Algorithms used in decimal-scaled¶
Catalogue of the published algorithms the crate evaluates, with
academic citations and the source files where each is implemented.
This is engineering credit - it complements LICENSE-THIRD-PARTY
(which covers verbatim/adapted code from upstream repositories) by
giving the idea attributions. For the lines-of-code attributions
see LICENSE-THIRD-PARTY.
Integer arithmetic¶
Möller–Granlund magic-number division by an invariant¶
Used for the ÷ 10^SCALE step in every Mul / Div operator and in
rescale. The divisor 10^SCALE is known at compile time, so a
pre-computed magic constant and a single 128-bit multiplication plus
a one-step correction replace a generic divide instruction. The
crate ships a 39-entry table (MG_EXP_MAGICS, scales 0–38) and the
256/128-bit fast-2-word divide built around it.
Möller, N. and Granlund, T. (2011). "Improved Division by Invariant Integers." IEEE Transactions on Computers 60(2), 165–175. DOI: 10.1109/TC.2010.143.
Earlier foundational reference for the magic-multiplier idea:
Granlund, T. and Montgomery, P. L. (1994). "Division by Invariant Integers using Multiplication." Proc. PLDI '94. ACM, 61–72. DOI: 10.1145/178243.178249.
Implementation: src/mg_divide.rs (mul2, div_exp_fast_2word,
div_exp_fast_2word_with_rem, MG_EXP_MAGICS). The algorithm shape
was adapted from the
primitive_fixed_point_decimal
crate - see LICENSE-THIRD-PARTY for the verbatim attribution.
Further reading:
- Wikipedia - Division algorithm § Division by a constant
- Wolfram MathWorld - Division
- Niels Möller's homepage: https://www.lysator.liu.se/~nisse/
- Torbjörn Granlund's homepage (GMP project): https://gmplib.org/~tege/
Limb storage shape — [u64; 2·N]¶
The wide-integer types (the eight power-of-two widths Int256,
Int512, Int1024, Int2048, Int4096, Int8192, Int12288,
Int16384 plus the half-width siblings Int192, Int384, Int768,
Int1536, Int3072, Int6144) are stored as little-endian
[u64; L] arrays where L is the bit-width divided by 64. The choice exposes native u64 × u64 →
u128 and u128 / u64 hardware instructions directly (Zen 4 / Intel
Golden Cove issue one widening 64×64 mul per cycle in steady state)

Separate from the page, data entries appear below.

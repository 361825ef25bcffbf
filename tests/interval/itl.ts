/**
 * Minimal reader for the ITF1788 ".itl" test-vector format (IEEE 1788 test suite by Nehmeier,
 * Kiesner, Heimlich; Apache-2.0, files in tests/data/itf1788/ with LICENSE and NOTICE).
 * A line reads `op arg ... = expected;` inside `testcase name { ... }` blocks.
 *
 * Numbers in the files denote binary64 values: a decimal such as 13.1 stands for the nearest double
 * (the expected results, e.g. `pown [13.1,13.1] 8` one ulp wide, only make sense that way), decided
 * exactly by nearestOfLiteral. Hex floats are exact doubles.
 */

import { readFileSync } from 'node:fs';
import { fileURLToPath } from 'node:url';
import { encloseDecimal } from '../../src/interval/decimal-literal.js';
import { nearestOfLiteral } from '../../src/interval/float-arith.js';
import { Decoration } from '../../src/interval/decoration.js';

export type ItlValue =
  | { kind: 'interval'; lo: number; hi: number; dec: Decoration | null }
  | { kind: 'number'; value: number; text: string }
  | { kind: 'bool'; value: boolean };

export interface ItlCase {
  file: string;
  testcase: string;
  line: number;
  op: string;
  args: ItlValue[];
  expected: ItlValue[];
  text: string;
}

const HEX = /^([+-]?)0[xX]([0-9a-fA-F]*)(?:\.([0-9a-fA-F]*))?[pP]([+-]?\d+)$/;

/** Exact value of a hexadecimal float literal (all ITF1788 hex literals are doubles). */
export function parseHexFloat(s: string): number {
  const m = HEX.exec(s);
  if (m === null) throw new Error(`bad hex float ${s}`);
  const frac = m[3] ?? '';
  const mant = BigInt(`0x${(m[2] || '0') + frac}`);
  let e = Number(m[4]) - 4 * frac.length;
  let x = Number(mant); // < 2^56 for these files; exact when < 2^53 (checked below)
  if (BigInt(x) !== mant) throw new Error(`hex mantissa not exact: ${s}`);
  // Scale in steps that keep every intermediate exact.
  while (e > 900) {
    x *= 2 ** 900;
    e -= 900;
  }
  while (e < -900) {
    x *= 2 ** -900;
    e += 900;
  }
  x *= 2 ** e;
  return m[1] === '-' ? -x : x;
}

function endpoint(s: string, side: 'lo' | 'hi'): number {
  const t = s.trim().toLowerCase();
  if (t === 'infinity' || t === '+infinity' || t === 'inf' || t === '+inf') return Infinity;
  if (t === '-infinity' || t === '-inf') return -Infinity;
  if (/^[+-]?0x/.test(t)) return parseHexFloat(t);
  void side;
  return nearestOfLiteral(t);
}

function scalar(s: string): number {
  const t = s.trim().toLowerCase();
  if (t === 'infinity' || t === '+infinity') return Infinity;
  if (t === '-infinity') return -Infinity;
  if (t === 'nan') return NaN;
  if (/^[+-]?0x/.test(t)) return parseHexFloat(t);
  const e = encloseDecimal(t);
  if (e.lo !== e.hi) throw new Error(`inexact scalar ${s}`);
  if (t.startsWith('-') && e.lo === 0) return -0;
  return e.lo;
}

const DECS: Record<string, Decoration> = {
  com: Decoration.com,
  dac: Decoration.dac,
  def: Decoration.def,
  trv: Decoration.trv,
  ill: Decoration.ill,
};

/** Split "[a,b]_dec [c,d] 3" into tokens. */
function tokens(s: string): string[] {
  const out: string[] = [];
  const re = /\[[^\]]*\](?:_[a-z]+)?|[^\s]+/g;
  for (const m of s.matchAll(re)) out.push(m[0]);
  return out;
}

function value(tok: string): ItlValue {
  if (tok.startsWith('[')) {
    const close = tok.indexOf(']');
    const body = tok.slice(1, close).trim().toLowerCase();
    const suffix = tok.slice(close + 1);
    const dec = suffix.startsWith('_') ? DECS[suffix.slice(1)]! : null;
    if (body === 'empty') return { kind: 'interval', lo: Infinity, hi: -Infinity, dec };
    if (body === 'entire') return { kind: 'interval', lo: -Infinity, hi: Infinity, dec };
    if (body === 'nai') return { kind: 'interval', lo: NaN, hi: NaN, dec: Decoration.ill };
    const parts = body.split(',');
    if (parts.length === 1) return { kind: 'interval', lo: endpoint(parts[0]!, 'lo'), hi: endpoint(parts[0]!, 'hi'), dec };
    return { kind: 'interval', lo: endpoint(parts[0]!, 'lo'), hi: endpoint(parts[1]!, 'hi'), dec };
  }
  if (tok === 'true' || tok === 'false') return { kind: 'bool', value: tok === 'true' };
  return { kind: 'number', value: scalar(tok), text: tok };
}

/** All cases of one file in tests/data/itf1788/. */
export function readItl(name: string): ItlCase[] {
  const path = fileURLToPath(new URL(`../data/itf1788/${name}`, import.meta.url));
  const text = readFileSync(path, 'utf8').replace(/\/\*[\s\S]*?\*\//g, (c) => c.replace(/[^\n]/g, ' '));
  const cases: ItlCase[] = [];
  let testcase = '';
  text.split('\n').forEach((raw, i) => {
    const line = raw.replace(/\/\/.*$/, '').trim();
    if (line === '' || line === '}') return;
    const tc = /^testcase\s+(\S+)\s*\{/.exec(line);
    if (tc) {
      testcase = tc[1]!;
      return;
    }
    const m = /^(\S+)\s+(.*?)=(.*?);?\s*$/.exec(line);
    if (!m) return;
    const expectedText = m[3]!.replace(/;$/, '').replace(/signal.*$/, '').trim();
    cases.push({
      file: name,
      testcase,
      line: i + 1,
      op: m[1]!,
      args: tokens(m[2]!).map(value),
      expected: tokens(expectedText).map(value),
      text: line,
    });
  });
  return cases;
}
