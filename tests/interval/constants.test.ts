/**
 * The kernel's constants against decimal.js: π = Decimal.acos(-1) and e = Decimal.exp(1) at 60
 * digits (decimal.js keeps π to 1025 digits internally); the first digits are also written out
 * from memory: π = 3.14159265358979323846264338327950288…, e = 2.71828182845904523536028747135…
 */

import { describe, expect, it } from 'vitest';
import { E, PI } from '../../src/interval/interval.js';
import { HALF_PI_HEAD, HALF_PI_TAIL_HI, HALF_PI_TAIL_LO } from '../../src/interval/kernel.js';
import { nextUp } from '../../src/interval/round.js';
import { Dec60, dec60 } from './oracle.js';

const PI60 = Dec60.acos(-1);
const E60 = Dec60.exp(1);

describe('π, e and the double-double π/2', () => {
  it('decimal.js agrees with the digits from memory', () => {
    expect(PI60.toString().startsWith('3.14159265358979323846264338327950288')).toBe(true);
    expect(E60.toString().startsWith('2.71828182845904523536028747135')).toBe(true);
  });
  it('PI = [3.141592653589793, 3.1415926535897936] encloses π tightly', () => {
    expect(PI.lo).toBe(3.141592653589793);
    expect(PI.hi).toBe(3.1415926535897936);
    expect(nextUp(PI.lo)).toBe(PI.hi);
    expect(dec60(PI.lo).lt(PI60) && dec60(PI.hi).gt(PI60)).toBe(true);
  });
  it('E encloses e tightly', () => {
    expect(nextUp(E.lo)).toBe(E.hi);
    expect(dec60(E.lo).lt(E60) && dec60(E.hi).gt(E60)).toBe(true);
  });
  it('π/2 ∈ HALF_PI_HEAD + [TAIL_LO, TAIL_HI], and the tail interval is two ulps wide', () => {
    const half = PI60.div(2);
    expect(dec60(HALF_PI_HEAD).plus(dec60(HALF_PI_TAIL_LO)).lt(half)).toBe(true);
    expect(dec60(HALF_PI_HEAD).plus(dec60(HALF_PI_TAIL_HI)).gt(half)).toBe(true);
    expect(nextUp(nextUp(HALF_PI_TAIL_LO))).toBe(HALF_PI_TAIL_HI);
    expect(HALF_PI_HEAD * 2).toBe(PI.lo);
  });
});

where the historical [u128; N] layout had to soft-emulate every
mul as four u64 × u64 sub-products plus a nested carry chain. The
public from_limbs_le([u128; N]) / limbs_le() -> [u128; N] API
preserves its u128-shaped signatures via a 4-line const-fn boundary
conversion, so the wire format and downstream pattern-matching stay
bit-stable.
Implementation: every limbs_*_u64 routine in
src/wide_int/mod.rs; the $U / $S storage in
src/wide_int/macros/mod.rs.
Base-2⁶⁴ schoolbook multiplication¶
Standard O(n²) schoolbook on u64 limbs, using the native
u64 × u64 → u128 widening multiply for each sub-product.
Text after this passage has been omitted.